[Start of Attachment]
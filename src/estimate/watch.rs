//! The stream watch: what the service's alerts may claim, computed from
//! per-unit values that are fixed once, when a unit is first scored.
//!
//! Each look (one recompute) hands the watch the units that arrived since
//! the last one, with nuisance values from models fitted only on units
//! that arrived before them (so every value is predictable: it depends on
//! the past alone, and later refits never rewrite it), and the active
//! models' predictions. From these the watch keeps, with the error rates
//! of [`super::sequential`] whatever the number of looks:
//!
//! - **the reported leader**: a challenger replaces it when a confidence
//!   sequence on the mean difference of their squared pseudo-outcome errors
//!   (since the leader was appointed) excludes zero in the challenger's
//!   favour, or when a change detector finds the difference has turned in
//!   the challenger's favour since some recent look. Half of alpha goes to
//!   each route, shared over the challengers. A change restarts both.
//! - **leader uncertain / settled**: a new leader is uncertain until the
//!   confidence sequence of every challenger excludes zero in its favour.
//!   Only a change of leader makes it uncertain again, so it cannot flap.
//! - **heterogeneity**: detected when a model's confidence sequence against
//!   constant-effect (the pseudo-outcomes' running mean, as of the look
//!   before) excludes zero in the model's favour; lost when a detector
//!   finds the leader's advantage has fallen below zero.
//! - **overlap**: degraded when a detector finds the share of units with a
//!   propensity outside [eps, 1 - eps] above the dataset's limit; recovered
//!   when the opposite detector finds it below. A share that sits at the
//!   limit raises nothing.
//! - **population drift**: each feature's and the propensity's mean among
//!   arriving units, standardized by a reference (the first
//!   [`DRIFT_REFERENCE_UNITS`] units watched, or since the last drift),
//!   against a tolerance of [`WatchSettings::drift_tolerance`] standard
//!   deviations in either direction.
//! - **misfit of the nuisance models**: the fitted propensity's calibration
//!   on arriving units (treated share minus mean propensity, and its
//!   covariance with each feature) and each arm's outcome residual mean,
//!   against a tolerance; a detection asks the service for a refit.
//!
//! Every decision comes with its [`Evidence`]: the estimate with its
//! confidence-sequence bounds, the units and looks it rests on, the
//! detector's statistic against its threshold, and the alpha it spends.

use std::collections::BTreeMap;

use serde::{Deserialize, Serialize};

use super::crossfit::Nuisance;
use super::pseudo::aipw_pseudo_outcome;
use super::sequential::{
    bounded_log_e, cs_radius, gaussian_log_e, indicator_log_e, log_threshold, BatchSums, Detector,
    Side,
};
use super::stats::Moments;

/// How a watch decides.
#[derive(Debug, Clone, PartialEq)]
pub struct WatchSettings {
    /// Each family of alerts (leader, heterogeneity, overlap, misfit)
    /// keeps its false-alarm probability at most this.
    pub alpha: f64,
    /// Looks over which a detector's false-alarm probability is at most
    /// its share of alpha (its average run length to a false alarm is at
    /// least `horizon` / that share).
    pub horizon: u64,
    pub overlap_eps: f64,
    pub max_extreme_share: f64,
    /// Calibration the fitted propensity may lose before it is stale: the
    /// treated share minus the mean propensity, and their covariance with
    /// a standardized feature.
    pub propensity_tolerance: f64,
    /// Shift of an arm's mean outcome residual, in outcome standard
    /// deviations, the outcome models may show before they are stale.
    pub outcome_tolerance: f64,
    /// Standardized mean difference of a feature or the propensity, between
    /// arriving units and the reference, that counts as drift.
    pub drift_tolerance: f64,
}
[End of Attachment]
Set down each line of the material verbatim, from the first line through the line that contains "has turned in".

_Output for this task_:
filename src/estimate/watch.rs
//! The stream watch: what the service's alerts may claim, computed from
//! per-unit values that are fixed once, when a unit is first scored.
//!
//! Each look (one recompute) hands the watch the units that arrived since
//! the last one, with nuisance values from models fitted only on units
//! that arrived before them (so every value is predictable: it depends on
//! the past alone, and later refits never rewrite it), and the active
//! models' predictions. From these the watch keeps, with the error rates
//! of [`super::sequential`] whatever the number of looks:
//!
//! - **the reported leader**: a challenger replaces it when a confidence
//!   sequence on the mean difference of their squared pseudo-outcome errors
//!   (since the leader was appointed) excludes zero in the challenger's
//!   favour, or when a change detector finds the difference has turned in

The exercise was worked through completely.